Robita, le fils adoptif de Gesicht LUTO © 2009 Naoki URASAWA/Studio Nuts/Takashi NAGASAKI/Tezuka Productions/Shôgakukan
Au cours de son existence, Gesicht a éprouvé beaucoup de haine, à l’instar du professeur Abullah. Au moment de sa mort, l’inspecteur a cependant rejeté cette haine, car il avait compris qu’elle était un « un sentiment stérile dont rien ne peut naître ». Son tueur est un enfant-robot délesté de son intelligence artificielle et commandé à distance par Goji. En cet enfant, Gesicht reconnaît son fils qui a connu un sort très proche.
Ses dernières pensées sont pour sa femme, qu’il aime profondément et qu’il ne veut pas laisser seule. Sa mémoire est comme un don fait à Astro, qu’il considère également comme un fils.

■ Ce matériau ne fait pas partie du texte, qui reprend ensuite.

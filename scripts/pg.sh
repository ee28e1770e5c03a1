#!/usr/bin/env bash
# npm run db:start / db:stop
set -euo pipefail
source "$(dirname "$0")/lib.sh"
case "${1:-start}" in
  start) HEARTH_OWN_PG=1 ensure_postgres; log "PostgreSQL on 127.0.0.1:$PG_PORT ($PG_DIR)";;
  stop)
    stop_postgres
    PG_DIR="$DATA_DIR/pg-test" stop_postgres;;
  *) echo "usage: pg.sh start|stop" >&2; exit 2;;
esac
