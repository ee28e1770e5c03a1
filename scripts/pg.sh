#!/usr/bin/env bash
# npm run db:start / db:stop; `bash scripts/pg.sh where` prints where each cluster's files live.
set -euo pipefail
source "$(dirname "$0")/lib.sh"
case "${1:-start}" in
  start) HEARTH_OWN_PG=1 ensure_postgres; log "PostgreSQL on 127.0.0.1:$PG_PORT ($PG_DIR)";;
  stop)
    stop_postgres
    PG_DIR="$DATA_DIR/pg-test" stop_postgres;;
  where)
    pg_home "$PG_DIR"
    pg_home "$DATA_DIR/pg-test";;
  *) echo "usage: pg.sh start|stop|where" >&2; exit 2;;
esac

Non seulement cette mémoire lui permet de ressusciter mais elle fait de lui une I.A parfaite, tournée vers le bien, sur le modèle des dernières émotions ressenties par Gesicht. Elle lui permet d’entrer en contact avec Sahad, le robot de régénération de l’environnement planétaire caché derrière Pluto, le robot de destruction massive. Sahad n’a en réalité jamais totalement disparu malgré sa transformation.
Lorsque Goji s’apprête à frapper l’enfant enlevé à Epsilon, Pluto/Sahad s’interpose. Il porte en lui de l’amour et de la haine, comme Gesicht. Et comme l’inspecteur, il parvient à la même conclusion finale : « La haine ne donne rien […] Créer des champs de fleurs, voilà quel était mon travail ». Ensemble, Astro et Sahad parviennent à arrêter Goji Abullah avant qu’il ne fasse exploser la Terre. Quant à Brau 1589, il se ranime sous l’influence de la chaleur du cœur d’Astro et part détruire le maléfique ordinateur central des Etats-Unis de Thracia à l’aide de la lance qu’il arrache (enfin!) de sa poitrine.

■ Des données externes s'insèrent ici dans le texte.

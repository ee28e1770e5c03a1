// The last step of `npm start`: runs the fakes, the app and the worker until Ctrl-C.
import { DEMO_PASSWORD, DEMO_USERS } from "../db/seed-users";
import { ROLE_LABELS } from "../lib/auth/permissions";
import { startStack, stopProcs } from "./stack";

async function main() {
  const port = Number(process.env.PORT ?? 3000);
  const procs = await startStack({ port, env: process.env });
  const url = `http://127.0.0.1:${port}`;
  console.log(`\n  Hearth is running at ${url}\n\n  Demo sign-ins (password "${DEMO_PASSWORD}"):`);
  for (const u of DEMO_USERS) console.log(`    ${ROLE_LABELS[u.role].padEnd(17)} ${u.email}`);
  console.log(`\n  Health: ${url}/api/health   Stop: Ctrl-C\n`);

  let stopping = false;
  const stop = async () => {
    if (stopping) return;
    stopping = true;
    console.log("\n[hearth] stopping the app, the worker and the fakes");
    await stopProcs(procs);
    process.exit(0);
  };
  process.on("SIGINT", () => void stop());
  process.on("SIGTERM", () => void stop());
  // If any process dies, stop the rest rather than leave half a shop running.
  await Promise.race(procs.map((p) => p.exited.then((code) => ({ p, code }))));
  if (!stopping) {
    console.error("[hearth] a process stopped unexpectedly; shutting down the others");
    await stop();
  }
}

main().catch((err) => {
  console.error("[hearth] failed to start:", err instanceof Error ? err.message : err);
  process.exit(1);
});
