"use client";

import { useState } from "react";

export function ForgotPasswordForm() {
  const [answer, setAnswer] = useState<{ ok: boolean; message: string } | null>(null);
  const [busy, setBusy] = useState(false);

  async function onSubmit(e: React.FormEvent<HTMLFormElement>) {
    e.preventDefault();
    setBusy(true);
    const email = new FormData(e.currentTarget).get("email");
    try {
      const res = await fetch("/api/session/reset-requests", { method: "POST", headers: { "content-type": "application/json" }, body: JSON.stringify({ email }) });
      const body = await res.json().catch(() => null);
      setAnswer({ ok: res.ok, message: res.ok ? body.message : (body?.error?.message ?? "Could not send the link.") });
    } catch {
      setAnswer({ ok: false, message: "The server did not answer; try again." });
    }
    setBusy(false);
  }

  return (
    <form onSubmit={onSubmit} className="mt-5 space-y-4" noValidate>
      <label className="block text-sm font-medium text-soot-700">
        E-mail
        <input name="email" type="email" autoComplete="username" required className="mt-1 block w-full rounded-md border border-soot-200 px-3 py-2 text-base focus:border-clay-500 focus:outline-none" />
      </label>
      {answer ? (
        <p role={answer.ok ? "status" : "alert"} className={`rounded-md px-3 py-2 text-sm ${answer.ok ? "bg-verdigris-100 text-verdigris-700" : "bg-oxide-100 text-oxide-700"}`}>
          {answer.message}
        </p>
      ) : null}
      <button type="submit" disabled={busy} className="w-full rounded-md bg-clay-600 px-4 py-2.5 text-sm font-semibold text-white hover:bg-clay-700 disabled:opacity-60">
        {busy ? "Sending…" : "Send me a link"}
      </button>
    </form>
  );
}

Le questionnement sur la machine n’est finalement que le reflet des peurs et des fantasmes de l’homme sur lui-même, sa nature, sa place dans l’univers, son avenir, etc. C’est pourquoi il n’y a pas de réponse univoque : le robot est ce que les hommes en font. Il peut aussi bien sauver que détruire le monde.

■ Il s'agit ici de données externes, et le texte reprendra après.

def test_stop_word_copy_equals_scikit_learn():
    # contentlab keeps its own copy so that scoring never imports scikit-learn (issue 10, item 7)
    from sklearn.feature_extraction.text import ENGLISH_STOP_WORDS

    assert F.ENGLISH_STOP_WORDS == frozenset(ENGLISH_STOP_WORDS)


def test_scoring_path_imports_neither_nltk_nor_scikit_learn():
    import subprocess
    import sys

    code = ("import sys; from contentlab.features import text_features, topic_tokens; "
            "text_features('Five quiet changes to the reading room!'); topic_tokens('Five quiet changes'); "
            "import contentlab.model, contentlab.modelfile, contentlab.scoring; "
            "print(sorted(m for m in ('nltk', 'sklearn', 'scipy.stats') if m in sys.modules))")
    out = subprocess.run([sys.executable, "-c", code], capture_output=True, text=True, timeout=120)
    assert out.returncode == 0, out.stderr
    assert out.stdout.strip() == "[]"
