"""Split impressions between drafts by Thompson sampling, and say when to stop.

Each arm (draft) has a Beta posterior on its click-through rate. The prior is a
flat Beta(1, 1) base plus ``prior_strength`` pseudo-impressions at the arm's
prior mean ``m`` (for example a model's predicted rate)::

    a = 1 + m * s + clicks
    b = 1 + (1 - m) * s + (impressions - clicks)

so ``s = 0`` is the flat prior and a large ``s`` holds the arm near ``m`` until
real results outweigh it. The prior mean is ``(1 + m s) / (2 + s)``; the base
adds one pseudo-click and one pseudo-miss to every arm alike, which shifts an
arm with 30 clicks by about 3% and keeps ``a, b >= 1`` so the posterior never
piles up at 0 or 1. :func:`fit_prior_strength` estimates ``s`` from history.

The prior learned from past tests (issue 12) uses the same Beta form, but
around the test's own level: :func:`fit_arm_spread` fits, by restricted
maximum likelihood over past tests, how far arms' log-odds sit from their
test's level (``logit_sd``), and :func:`within_test_prior` turns it into
``m`` and ``s`` at the current level (:func:`estimate_level`), so an early gap
is weighed against the gaps arms of one test usually show, and a drift of
rates between tests is followed rather than fought.

With a horizon (the impressions the test is expected to get: its budget, its
planned end, or a multiple of the user's typical past test),
:func:`worth_learning` drops from the split every arm whose results over the
impressions left could not pay back what showing it costs (a
knowledge-gradient index, see its docstring); Thompson sampling then shares
the traffic among the arms still worth learning about.

The module is pure computation (no workspace, no I/O). The vectorised core,
:func:`posterior_summary`, :func:`allocation_shares` and
:func:`split_impressions`, works on arrays of shape ``(n_experiments, n_arms)``;
:class:`ThompsonBandit` calls it with one row, and the replay benchmark calls it
with many, so both run the same code.
"""

from __future__ import annotations

import math
from collections.abc import Mapping, Sequence
from dataclasses import asdict, dataclass
from numbers import Integral, Real

import numpy as np
from numpy.typing import ArrayLike
from scipy import special  # light; scipy.stats and scipy.optimize are imported where needed

from contentlab.errors import ContentlabError
from contentlab.percentages import probability

__all__ = [
    "BUDGET_TEMPER_END",
    "ArmSpread",
    "Decision",
    "ThompsonBandit",
    "allocation_shares",
    "budget_temper",
    "knowledge_gradient",
    "empirical_logits",
    "estimate_level",
    "first_split_cap",
    "fit_arm_spread",
    "fit_prior_strength",
    "paced_budget",
    "posterior_summary",
    "prior_params",
    "prob_beta_greater",
    "replay_regret_rows",
    "split_impressions",
    "stop_rule",
    "wilson_interval",
    "within_test_prior",
    "worth_learning",
]

POLICIES = ("thompson", "top_two")

# Defaults chosen by benchmarks/replay_archive.py on the earlier 70% of the
# archive's experiments only (see the docstring of ThompsonBandit).
DEFAULT_TEMPER = 4.0
DEFAULT_MIN_SHARE = 0.01
# Worst-case binomial standard error of a share estimated from n draws is
# sqrt(0.25 / n); 10,000 draws make it 0.5 percentage points (shares of 5-20%
# get 0.2-0.4 points) and keep a 50-arm allocation within 50 ms.
DEFAULT_N_DRAWS = 10_000
# Upper bound on the draws held in memory at once (elements of the draw array).
_CHUNK_ELEMENTS = 2_000_000
# The first split (before any results) gives no arm more than this share
# (and at most twice an equal share); see first_split_cap.
FIRST_SPLIT_MAX = 0.6
# Pseudo-impressions behind the history's typical rate when a test's own
# level is estimated (see within_test_prior): a quarter of one batch of
# results, so a test whose rate has drifted from the latest past tests' is
# followed after its first results. Chosen by benchmarks/replay_archive.py
# --tune on the earlier experiments (25 to 400 tried; 200 before).
DEFAULT_LEVEL_WEIGHT = 50.0
# With a budget, the temper rises from DEFAULT_TEMPER_START to BUDGET_TEMPER_END
# as it is spent (budget_temper); chosen by an earlier benchmarks/replay_archive.py
# --tune (which then also replayed budget schedules) on the earlier experiments.
DEFAULT_TEMPER_START = 2.0
BUDGET_TEMPER_END = 6.0
# worth_learning tries looking ahead over the impressions left, halved up to
# this many times (the knowledge-gradient index's best horizon, KG(*)).
LOOKAHEAD_HALVINGS = 14
# Stopping rule defaults (ThompsonBandit.decision and the replay's stop figures).
PROB_STOP = 0.95
LOSS_STOP_SHARE = 0.01


# --------------------------------------------------------------------------
# Vectorised core, shared by ThompsonBandit and the replay benchmark.
# --------------------------------------------------------------------------


def prior_params(prior_means: ArrayLike | None, prior_strength: float, n_arms: int) -> tuple[np.ndarray, np.ndarray]:
    """Beta prior (a0, b0) per arm: the flat base plus ``prior_strength`` pseudo-impressions."""
    if prior_means is None or prior_strength == 0:
        ones = np.ones(n_arms)
        return ones, ones.copy()
    m = np.asarray(prior_means, dtype=float)
    return 1.0 + m * prior_strength, 1.0 + (1.0 - m) * prior_strength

Sahad veut recouvrir de fleurs la Perse mais Pluto règne sur un désert stérile. Tenma est le créateur d’un robot de destruction massive et d’un robot sauveur du monde. Rachel précipite la chèvre vivante de Rick dans le vide tandis qu’Astro repose délicatement l’escargot égaré sur sa feuille.
* Aussi connu sous son titre original Do androids dream of electric sheep, « Les androïdes rêvent-ils de moutons électriques? ».
** Takashi Nagasaki, postface de Pluto, Tome 8.
*** Le chat Horace et la chouette Scrappy en sont des exemples frappants : le premier est présenté comme faux alors qu’il est vrai, tandis que la seconde est prétendue vraie alors qu’elle est fausse. Il en va de même pour Rachel, qui pense être humaine, et pour Phil Resch, qui se demande s’il n’est pas un androïde. Un test permet finalement de révéler leur vraie nature.
**** « Vous vous rendez compte de ce que cela entraînerait si on incluait les androïdes dans notre échelle d’identification empathique comme nous le faisons pour les animaux ? Nous ne pourrions plus nous protéger ».
***** En tant qu’humains, les blade runners ne peuvent en effet s’empêcher de se demander si les androïdes ont une âme ou s’ils rêvent. Ils sont également attirés par des androïdes de grande beauté ou doués pour le chant.
****** Il en va de même pour les animaux : les chiens-robots suscitent autant d’amour et de compassion que les vrais chiens, à l’opposé de la haine que Rick Deckard ressent pour son mouton électrique.
******* À condition toutefois qu’il s’agisse de robots. Néanmoins, les orphelins de guerre humains recueillis par Epsilon sont comme « adoptés » par lui, ce qui constitue une transgression très mal vue par le reste de la société humaine.